» Problem details: After locating the line that contains "return rep, merged" in the data below, set down exactly that line and each one after it through the line that contains "for i := 0;", and nothing more.

*** Records for the task Section Begins ***

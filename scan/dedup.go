package scan

import (
	"math"
	"math/bits"
	"math/rand/v2"

	"gonum.org/v1/gonum/spatial/r3"
)

// dupProbe is how many points mayHaveRepeats looks at, and dupFull the
// cloud size up to which repeats are always searched in full.
const (
	dupProbe = 1 << 13
	dupFull  = 4 * dupProbe
)

// pointKey returns the bits of p with −0 read as +0, so that equal
// coordinates give equal keys.
func pointKey(p r3.Vec) [3]uint64 {
	return [3]uint64{math.Float64bits(p.X + 0), math.Float64bits(p.Y + 0), math.Float64bits(p.Z + 0)}
}

// hashKey mixes a point key into 64 bits (the multiply-xorshift finaliser
// of SplitMix64, common practice).
func hashKey(k [3]uint64) uint64 {
	h := k[0]*0x9e3779b97f4a7c15 ^ bits.RotateLeft64(k[1], 21)*0xbf58476d1ce4e5b9 ^ bits.RotateLeft64(k[2], 42)*0x94d049bb133111eb
	h ^= h >> 31
	h *= 0xbf58476d1ce4e5b9
	return h ^ h>>29
}

// mayHaveRepeats reports whether a seeded, stratified sample of dupProbe
// distinct points of pts holds two equal points. A cloud of n points
// written k times over shows about dupProbe²·(k−1)/n such pairs in the
// sample (some 27 for a 2.5 million point file written twice); a cloud
// without repeats none. Small clouds are always reported as possible.
func mayHaveRepeats(pts []r3.Vec) bool {
	n := len(pts)
	if n <= dupFull {
		return true
	}
	rng := rand.New(rand.NewPCG(uint64(n), 0xd0b1e))
	const mask = 2*dupProbe - 1
	var table [2 * dupProbe]int32
	for i := range table {
		table[i] = -1
	}
	for k := range dupProbe {
		lo, hi := k*n/dupProbe, (k+1)*n/dupProbe
		i := lo + rng.IntN(hi-lo)
		key := pointKey(pts[i])
		for h := hashKey(key) & mask; ; h = (h + 1) & mask {
			j := table[h]
			if j < 0 {
				table[h] = int32(i)
				break
			}
			if pointKey(pts[j]) == key {
				return true
			}
		}
	}
	return false
}

// findRepeats returns, for each point, the index of the first point equal
// to it (itself when it is the first), and how many points repeat an
// earlier one. rep is nil when there are none. It uses an open-addressing
// hash table of int32 indices, 8 bytes per point at most.
func findRepeats(pts []r3.Vec) (rep []int32, merged int) {
	if !mayHaveRepeats(pts) {
		return nil, 0
	}
	n := len(pts)
	size := 1 << bits.Len(uint(2*n))
	mask := uint64(size - 1)
	table := make([]int32, size)
	for i := range table {
		table[i] = -1
	}
	for i, p := range pts {
		key := pointKey(p)
		first := int32(i)
		for h := hashKey(key) & mask; ; h = (h + 1) & mask {
			j := table[h]
			if j < 0 {
				table[h] = int32(i)
				break
			}
			if pointKey(pts[j]) == key {
				first = j
				break
			}
		}
		if first != int32(i) && rep == nil {
			rep = make([]int32, n)
			for k := range i {
				rep[k] = int32(k)
			}
		}
		if rep != nil {
			rep[i] = first
		}
		if first != int32(i) {
			merged++
		}
	}
	return rep, merged
}

// uniquePoints returns the points that are their own representative.
func uniquePoints(pts []r3.Vec, rep []int32, merged int) []r3.Vec {
	u := make([]r3.Vec, 0, len(pts)-merged)
	for i, p := range pts {
		if rep[i] == int32(i) {
			u = append(u, p)
		}
	}
	return u
}

// trimFar returns the points of pts no further from their coordinate-wise
// median than 4 times the median such distance: a first robust cut that
// keeps a base with its corner and wall (whose points lie within about
// 1.5 median distances) and drops stray points far from the scan, which
// would otherwise tilt a principal-components plane and stretch the coarse
// grid. The median as a location and scale estimate with a 50 % breakdown
// point is common practice (Rousseeuw & Leroy 1987, Robust Regression and
// Outlier Detection, ch. 1; from memory). pts is not changed; the result
// aliases it when nothing is dropped.
func trimFar(pts []r3.Vec) []r3.Vec {
	if len(pts) < 8 {
		return pts
	}
	// The medians from up to 16 384 of the points.
	step := max(1, len(pts)/16384)
	w := make([]float64, 0, len(pts)/step+1)
	var m [3]float64
	for k := range 3 {
		w = w[:0]
		for i := 0; i < len(pts); i += step {
			w = append(w, [3]float64{pts[i].X, pts[i].Y, pts[i].Z}[k])
		}
		m[k] = medianInPlace(w)
	}
	centre := r3.Vec{X: m[0], Y: m[1], Z: m[2]}
	d := make([]float64, len(pts))
	w = w[:0]
	for i, p := range pts {
		d[i] = r3.Norm2(r3.Sub(p, centre))
		if i%step == 0 {
			w = append(w, d[i])
		}
	}
	lim := 16 * medianInPlace(w) // (4 × median distance)²
	far := 0
	for _, x := range d {
		if x > lim {
			far++
		}
	}
	if far == 0 {
		return pts
	}
	out := make([]r3.Vec, 0, len(pts)-far)
	for i, p := range pts {
		if d[i] <= lim {
			out = append(out, p)
		}
	}
	return out
}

*** Records for the task Section Ends ***

» Task solution:
	return rep, merged
}

// uniquePoints returns the points that are their own representative.
func uniquePoints(pts []r3.Vec, rep []int32, merged int) []r3.Vec {
	u := make([]r3.Vec, 0, len(pts)-merged)
	for i, p := range pts {
		if rep[i] == int32(i) {
			u = append(u, p)
		}
	}
	return u
}

// trimFar returns the points of pts no further from their coordinate-wise
// median than 4 times the median such distance: a first robust cut that
// keeps a base with its corner and wall (whose points lie within about
// 1.5 median distances) and drops stray points far from the scan, which
// would otherwise tilt a principal-components plane and stretch the coarse
// grid. The median as a location and scale estimate with a 50 % breakdown
// point is common practice (Rousseeuw & Leroy 1987, Robust Regression and
// Outlier Detection, ch. 1; from memory). pts is not changed; the result
// aliases it when nothing is dropped.
func trimFar(pts []r3.Vec) []r3.Vec {
	if len(pts) < 8 {
		return pts
	}
	// The medians from up to 16 384 of the points.
	step := max(1, len(pts)/16384)
	w := make([]float64, 0, len(pts)/step+1)
	var m [3]float64
	for k := range 3 {
		w = w[:0]
		for i := 0; i < len(pts); i += step {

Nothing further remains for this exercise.